Report: 80 homeless people died on Portland streets in 2016

By GILLIAN FLACCUS, Associated Press
Published: December 14, 2017, 11:02am

PORTLAND — Eighty homeless people died on the streets in the Portland metropolitan area last year, adding to a tally of more than 350 people who have perished while homeless in the past six years, local authorities said Thursday.

The number marks a 70 percent increase in homeless deaths in Multnomah County, home to Portland, since officials first began tracking them in 2011 and is in line with similar large jumps in homeless deaths in other large West Coast cities where the homelessness has surged.

Portland uses the annual report as a barometer to track its progress addressing a crisis that has also overwhelmed cities from Seattle to San Diego.

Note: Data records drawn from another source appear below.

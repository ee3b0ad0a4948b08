import type { EditionContent } from '../contract/edition-content.js';
import { editionShape, type Shape } from './edition-shape.js';
import type { EditionText } from './edition-text.js';

/**
 * The text with what cannot be saved put back to how it was saved last, so that all the rest can be. Of a list only the items
 * named go back, to the saved ones of their keys; those that were never saved are left out. `paths` are those of the content,
 * such as `cause` or `fixes.0.title`; `changeNote` stands beside it. What no path leads to stays as it is.
 */
export function holdBack(text: EditionText, saved: EditionText, paths: readonly string[]): EditionText {
  const held = new Map<string, Set<number> | 'all'>();
  for (const path of paths) {
    const [field = '', index] = path.split('.');
    const known = held.get(field) ?? new Set<number>();
    held.set(field, known === 'all' || !/^\d+$/.test(index ?? '') ? 'all' : known.add(Number(index)));
  }
  const content = Object.fromEntries(
    Object.entries(text.content).map(([field, value]: [string, unknown]) => {
      const which = held.get(field);
      const was: unknown = saved.content[field as keyof EditionContent];
      if (which === undefined) return [field, value];
      const shape = shapeOf(field);
      return which === 'all' || shape?.kind !== 'list'
        ? [field, was]
        : [field, withItemsBack(value as unknown[], was as unknown[], which, shape.keyOf)];
    }),
  ) as EditionContent;
  return { content, changeNote: held.has('changeNote') ? saved.changeNote : text.changeNote };
}

function withItemsBack(
  items: readonly unknown[],
  saved: readonly unknown[],
  which: ReadonlySet<number>,
  keyOf: (item: unknown) => string,
): unknown[] {
  const was = new Map(saved.map((item) => [keyOf(item), item]));
  return items.flatMap((item, index) => {
    if (!which.has(index)) return [item];
    const back = was.get(keyOf(item));
    return back === undefined ? [] : [back];
  });
}

function shapeOf(field: string): Shape | undefined {
  const content = editionShape.kind === 'record' ? editionShape.members['content'] : undefined;
  return content?.kind === 'record' && Object.hasOwn(content.members, field)
    ? content.members[field]
    : undefined;
}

In Seattle, a similar count found 91 homeless people died in 2016 and 115 perished in San Diego. In Sacramento County, that number was 71 people and in Santa Clara County, 132 homeless people died in 2016 — a 164 percent increase since 2011, according to data from county medical examiners in those counties.

Local Angle

The Clark County Medical Examiner’s Office does not track the number of deaths among homeless people. Homeless service provider Share estimates that 12 homeless people died in the county last year.

“These neighbors are literally dying right in front of us,” Deborah Kafoury, chairwoman of the Multnomah County Board of Commissioners, said. “This is unacceptable. This is not normal.”

Numbers released earlier this month by the U.S. Department of Housing and Development found the overall homeless population in California, Oregon and Washington grew by 14 percent over the past two years.

The part of that population considered unsheltered — living in vehicles, tents or on the streets — climbed 23 percent to 108,000, in part due a shortage of affordable housing.

The report notes that, for the first time, volunteers in Portland conducting the homeless count found more people sleeping in shelters than outside, but more people said they were homeless and for a longer period of time.

The new details on homeless mortality add to that bleak picture.

Thirty-two of the victims died in public spaces. Overall, they ranged in age from 20 to 78, the report said. Nearly 80 percent were men.

To the north, about 32 percent of likely homeless deaths investigated by the medical examiner’s office in King County — the home of Seattle — were attributed to drugs or poison.

This year’s Portland tally is also almost certainly an undercount because it only includes homeless people who died outside — not in hospice or in hospitals, Kafoury said.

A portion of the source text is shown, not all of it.